One more note - for those who are purchasing the Mason models, you'll note that I wrote the prototype history section in the instruction manual. Sadly I do tend to get excited about these engines and I wrote a lot, covering the origin of the design, the architectural influences and the basis for the liveries, plus a little of the DSP loco history. The finished article was longer than the whole instruction booklet, so Cliff asked me to cut it back. I dumped whole sections, like the Architecture section and colour section. If people are interested, I can paste that article into a post here for you to read. Do you want to read it, or is Acc right - people really are not that interested?

David.


----------



## Don Howard (Jan 2, 2008)

Thanks for all you have done for the Mason loving community. 
I love the colors as Accucraft delivered. 

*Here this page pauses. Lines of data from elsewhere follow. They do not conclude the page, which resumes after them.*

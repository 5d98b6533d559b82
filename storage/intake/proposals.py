"""What a table's columns probably are, from their names, units and values. A proposal is shown and answered by a
person; where two readings are possible it stays open, with a hint."""

from __future__ import annotations

import re
from collections.abc import Sequence
from dataclasses import dataclass, field, replace
from functools import lru_cache

from core.record.channels import CHANNELS, Channel, Group, Kind
from core.record.message import Message, RecordError, Value
from core.record.units import MMHG_GAS
from storage.intake.mapping import ColumnUse, LongUse, Mapping, TimeUse, channels_of
from storage.intake.table import Table
from storage.intake.table_times import all_have_offsets, fitting_orders

_MORE: dict[str, tuple[str, ...]] = {
    "ph": ("ph art", "ph a", "aph", "arterial ph"),
    "paco2": ("pco2", "paco2", "pco2 a", "co2", "arterial pco2", "paco 2", "pco 2"),
    "pao2": ("po2", "pao2", "po2 a", "arterial po2"),
    "hco3": ("hco3", "bicarbonate", "bicarb", "hco3 act", "chco3", "actual bicarbonate"),
    "be": ("be", "base excess", "sbe", "be ecf"),
    "lactate": ("lactate", "lac", "clac"),
    "hb": ("hb", "thb", "cthb", "haemoglobin", "hemoglobin"),
    "sao2": ("sao2", "so2"),
    "gas_fio2": ("fio2 gas",),
    "spo2": ("spo2", "sat", "sats", "saturation", "o2 sat", "oxygen saturation"),
    "hr": ("hr", "heart rate", "pulse", "pulse rate"),
    "rr": ("rr", "resp rate", "respiratory rate", "resp", "breaths per minute"),
    "sbp": ("sbp", "sys", "systolic", "systolic bp", "nibp sys"),
    "dbp": ("dbp", "dia", "diastolic", "diastolic bp", "nibp dia"),
    "temp": ("temp", "temperature"),
    "vte": ("vte", "vt", "tidal volume", "tidal vol", "tv", "exp tidal volume"),
    "mv": ("mv", "minute volume", "minute ventilation", "min vol", "ve"),
    "leak": ("leak", "leakage", "leak rate", "unintentional leak", "total leak"),
    "pip": ("pip", "peak pressure", "peak pres"),
    "rr_total": ("rr total", "total rate", "total rr", "breath rate", "device rate"),
    "spont_percent": ("spont", "triggered", "spontaneous", "spont percent"),
    "ipap": ("ipap", "insp pressure", "inspiratory pressure"),
    "epap": ("epap", "exp pressure", "expiratory pressure"),
    "fio2": ("fio2", "inspired oxygen", "o2 fraction"),
    "o2_flow": ("o2 flow", "oxygen flow", "oxygen"),
    "rate_set": ("rate set", "backup rate", "set rate"),
    "ti": ("ti", "insp time", "inspiratory time"),
    "site": ("site", "sample site", "sample type", "specimen"),
    "note": ("note", "notes", "comment", "remark", "remarks"),
    "mode": ("mode",),
}
_TIME = ("time", "date", "datetime", "date time", "timestamp", "at", "zeit", "datum", "date and time", "sampled",
         "collected", "sample time", "recorded", "zeitpunkt", "datum zeit", "uhrzeit")  # fmt: skip
_CLOCK = ("time", "clock", "uhrzeit", "zeit", "time of day")
_EPISODE = ("episode", "patient", "subject", "id", "bed", "case")
_BY = ("by", "user", "person", "staff", "initials", "nurse", "operator")
_CHANNEL = ("channel", "parameter", "analyte", "test", "name", "measurement", "item", "observation")
_VALUE = ("value", "result", "reading")
_UNIT = ("unit", "units")
_CLOCK_TEXT = re.compile(r"\d{1,2}:\d{2}(:\d{2}([.,]\d+)?)?(\s*[AaPp][Mm])?")
_DATE_TEXT = re.compile(r"\d{4}-\d{2}-\d{2}|\d{1,4}[./-]\d{1,2}[./-]\d{1,4}")
_EPOCH_TEXT = re.compile(r"1[0-9]{9}|1[0-9]{12}")
_COMMA = re.compile(r"[+-]?\d+,\d+")
_POINT = re.compile(r"[+-]?\d+\.\d+")
_LIKELY_KPA, _LIKELY_MMHG = (2.0, 15.0), (20.0, 160.0)
"""Spans of gas pressures in which one unit is likelier (common practice, no source): a hint, never an answer."""


@dataclass(frozen=True, slots=True)
class Proposal:
    """A mapping as far as it can be told, and hints by column for what has to be asked."""

    mapping: Mapping
    hints: dict[str, Message] = field(default_factory=dict)
    has_offsets: bool = False


def propose(table: Table, zone: str = "") -> Proposal:
    """Propose how a table is to be read. `zone` is proposed for times without an offset.

    Raises:
        Nothing: what cannot be told stays open.
    """
    time, offsets = _time(table, zone)
    taken = {time.date, time.clock}
    episode = _named(table, _EPISODE, taken)
    by = _named(table, _BY, taken | {episode})
    taken |= {episode, by}
    mapping = Mapping(header=table.header, time=time, episode_column=episode, by_column=by)
    long = _long(table, taken)
    hints: dict[str, Message] = {}
    if long is not None:
        mapping = replace(mapping, long=long)
    else:
        uses = _uses(table, taken, hints)
        mapping = replace(mapping, columns=uses)
    mapping = replace(mapping, decimal=_decimal(table, mapping), written_by=_writer(table, mapping))
    return Proposal(mapping, hints, offsets)


def _time(table: Table, zone: str) -> tuple[TimeUse, bool]:
    dated = [name for name in table.header if _is_time(table.column(name))]
    dated.sort(key=lambda name: _plain(name)[0] not in _TIME)
    if dated:
        values = table.column(dated[0])
        if all(_EPOCH_TEXT.fullmatch(v.partition(".")[0]) for v in values):
            return TimeUse(dated[0], order="epoch_s" if len(values[0].partition(".")[0]) == 10 else "epoch_ms"), True
        orders = fitting_orders(values)
        order = orders[0] if len(orders) == 1 else ""
        offsets = bool(orders) and all_have_offsets(values, orders[0])
        return TimeUse(dated[0], order=order, zone="" if offsets else zone), offsets
    dates = [n for n in table.header if table.column(n) and all(map(_DATE_TEXT.fullmatch, table.column(n)))]
    clocks = [n for n in table.header if table.column(n) and all(map(_CLOCK_TEXT.fullmatch, table.column(n)))]
    if not dates or not clocks:
        return TimeUse(zone=zone), False
    joined = [f"{d} {c}" for d, c in zip(table.column(dates[0]), table.column(clocks[0]), strict=False)]
    orders = fitting_orders(joined)
    return TimeUse(dates[0], clocks[0], orders[0] if len(orders) == 1 else "", zone), False


def _is_time(values: tuple[str, ...]) -> bool:
    if not values:
        return False
    epoch = all(_EPOCH_TEXT.fullmatch(v.partition(".")[0]) for v in values)
    return epoch or bool(fitting_orders(values))


def _named(table: Table, names: tuple[str, ...], taken: set[str]) -> str:
    return next((h for h in table.header if h not in taken and _plain(h)[0] in names), "")


def _long(table: Table, taken: set[str]) -> LongUse | None:
    """A long table has a column of names of quantities and one of values."""
    value = _named(table, _VALUE, taken)
    channel = _named(table, _CHANNEL, taken | {value})
    if not value or not channel:
        return None
    words = tuple(dict.fromkeys(table.column(channel)))[:200]
    names = {word: _channel(word) for word in words}
    if not any(names.values()):
        return None
    unit = _named(table, _UNIT, taken | {value, channel})
    read = list(zip(table.column(channel), table.column(value), strict=False))
    units = {}
    for word, key in names.items():
        if key:
            seen = tuple(v for w, v in read if w == word)
            units[word] = _unit(CHANNELS[key], _plain(word)[1]) or _evident_unit(CHANNELS[key], seen)
    units = {} if unit else units
    return LongUse(channel, value, unit, names, {k: v for k, v in units.items() if v})


def _uses(table: Table, taken: set[str], hints: dict[str, Message]) -> tuple[ColumnUse, ...]:
    uses: list[ColumnUse] = []
    used: set[str] = set()
    for name in table.header:
        key = "" if name in taken else _channel(name)
        if key in used or (key and not _can_hold(CHANNELS[key], table.column(name))):
            key = ""
        used |= {key} - {""}
        unit = ""
        if key:
            known = CHANNELS[key]
            unit = unit_of(key, name, table.column(name))
            hint = _hint(known, table.column(name)) if not unit and len(known.units) > 1 else None
            if hint is not None:
                hints[name] = hint
        uses.append(ColumnUse(name, key, unit))
    if any(CHANNELS[k].group is Group.GAS for k in used) and "gas_fio2" not in used:
        # among gases it is the FiO2 that the sample was taken on: as a setting it would be a change of settings
        uses = [replace(u, channel="gas_fio2") if u.channel == "fio2" else u for u in uses]
    return tuple(uses)


def unit_of(channel: str, column: str, values: Sequence[str]) -> str:
    """The unit of a column that holds a channel, where its name or its values settle it; "" where a person must.

    >>> unit_of("pip", "Ppeak (mbar)", ["18"]), unit_of("paco2", "gas 2", ["6.1"])
    ('hPa', '')
    """
    known = CHANNELS[channel]
    return _unit(known, _plain(column)[1]) or _evident_unit(known, values)


def _can_hold(known: Channel, values: tuple[str, ...]) -> bool:
    """Whether a column's values could be the channel's at all: numbers where it takes numbers."""
    if known.kind is not Kind.NUMBER or not values:
        return True
    return any(_as_number(v) is not None for v in values)


def _evident_unit(known: Channel, values: Sequence[str]) -> str:
    """The unit where there is one alone, or where the values themselves tell (a fraction from per cent, pH)."""
    if len(known.units) == 1:
        return known.unit
    numbers = [n for n in map(_as_number, values) if n is not None]
    if known.unit == "fraction" and numbers:
        if all(0.2 <= n <= 1.0 for n in numbers):
            return "fraction"
        return "%" if all(n >= 20 for n in numbers) else ""
    if known.unit == "pH" and 2 * sum(6.5 <= n <= 8.0 for n in numbers) > len(numbers):
        return "pH"  # no concentration in nmol/L lies there: a wrong value among them is refused by its line
    return ""


def _hint(known: Channel, values: tuple[str, ...]) -> Message | None:
    """What a gas pressure's values suggest."""
    numbers = [n for n in map(_as_number, values) if n is not None]
    if known.units is not MMHG_GAS or not numbers:
        return None
    low, high = min(numbers), max(numbers)
    told: dict[str, Value] = {"channel": known.key, "low": low, "high": high}
    if _LIKELY_KPA[0] <= low and high <= _LIKELY_KPA[1]:
        return Message("proposal.likely_kpa", {**told, "unit": "kPa"})
    if _LIKELY_MMHG[0] <= low and high <= _LIKELY_MMHG[1]:
        return Message("proposal.likely_mmhg", {**told, "unit": "mmHg"})
    return Message("proposal.either_unit", told)


def _decimal(table: Table, mapping: Mapping) -> str:
    """The decimal mark, where the values show one and not both; open otherwise."""
    names = [c.column for c in mapping.used] if mapping.long is None else [mapping.long.value]
    comma, point = _marks(table, names)
    if not comma and not point and mapping.long is None:  # whole numbers, or columns that a person has yet to name
        others = {mapping.time.date, mapping.time.clock, mapping.episode_column, mapping.by_column}
        comma, point = _marks(table, [name for name in table.header if name not in others])
    if table.book is not None and not comma:
        return "."
    if comma and not point:
        return ","
    return "." if not comma else ""


def _marks(table: Table, columns: Sequence[str]) -> tuple[int, int]:
    """How many values of columns are written with a decimal comma, and how many with a point."""
    values = [v for name in columns for v in table.column(name)]
    return sum(1 for v in values if _COMMA.fullmatch(v)), sum(1 for v in values if _POINT.fullmatch(v))


def _writer(table: Table, mapping: Mapping) -> str:
    """A machine's table has many rows of device channels; a gas or a note says a person's; of both it is asked."""
    groups = {CHANNELS[key].group for key in channels_of(mapping)}
    of_machine = Group.DEVICE in groups and len(table.first) >= 30
    if groups & {Group.GAS, Group.EVENT, Group.PROFILE}:
        return "" if of_machine else "person"
    return "device" if of_machine else ""


def _as_number(text: str) -> float | None:
    try:
        return float(text.replace(",", "."))
    except ValueError:
        return None


@lru_cache(maxsize=1024)
def _plain(name: str) -> tuple[str, str]:
    """A column's name without its unit, in small letters, and the unit.

    >>> _plain("pCO2 (kPa)"), _plain("leak_L/min"), _plain("Heart rate [bpm]")
    (('pco2', 'kPa'), ('leak', 'L/min'), ('heart rate', 'bpm'))
    """
    found = re.fullmatch(r"(.*?)\s*[(\[]\s*([^()\[\]]*)\s*[)\]]\s*", name)
    word, unit = (found[1], found[2]) if found else (name, "")
    if not unit:
        for mark in (",", "/", " in ", "_", " "):
            before, sep, after = word.rpartition(mark)
            if sep and before.strip() and _is_unit(after.strip()):
                word, unit = before, after.strip()
                break
            first, sep, rest = word.partition(mark)
            if sep and mark in ("_", " ", ",") and _is_unit(rest.strip()):
                word, unit = first, rest.strip()
                break
    return " ".join(re.sub(r"[_.\-:]+", " ", word).split()).casefold(), unit.strip()


@lru_cache(maxsize=1)
def _unit_names() -> frozenset[str]:
    units = {u for c in CHANNELS.values() for u in c.units}
    return frozenset(x.casefold() for u in units for x in (u.name, *u.spellings) if len(x) > 1 or x == "%")


def _is_unit(text: str) -> bool:
    return text.casefold() in _unit_names()


def _unit(known: Channel, text: str) -> str:
    """The channel's unit of that spelling; empty where it has none of it."""
    if not text:
        return ""
    try:
        return known.unit_named(text).name
    except RecordError:
        return ""


@lru_cache(maxsize=1)
def _words() -> dict[str, str]:
    found: dict[str, str] = {}
    for c in CHANNELS.values():
        for word in (c.key.replace("_", " "), c.name.casefold(), *c.short):
            if len(word) > 1:
                found.setdefault(word, c.key)
    for key, words in _MORE.items():
        found.update(dict.fromkeys(words, key))
    return found


def _channel(name: str) -> str:
    return _words().get(_plain(name)[0], "")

I am sure many of us would like to see the missing parts of the "manual", so please post. 

I only use "Quick Reply" as I get unexpected edits in the usual editor. 
I may figure out how to add pics again. Thanks for persevering on adding your pics. 

I am looking forward to getting mine on the rails, but I need 30" of snow to melt first.


----------



## peter bunce (Dec 29, 2007)

Hi David, 

Nice work, love the photos! 

I echo what Don has said - yes please the Accy manual is somewhat short on detail at the best of times, and the history, though I know most of it, is always worth having. 

I see you have fitted the straight reach rod on 'Tenmile' was it easy to do please? 

Also when doing it could the extra bits be added for the Eames Injector perhaps, which for the buyers of the electric version, has been covered in your drawings all that time ago. 

I hope that the troubles of the electric version were an anomaly - and that mine will be OK.

My #4 is still somewhere 'at sea' - at least I don't have it! 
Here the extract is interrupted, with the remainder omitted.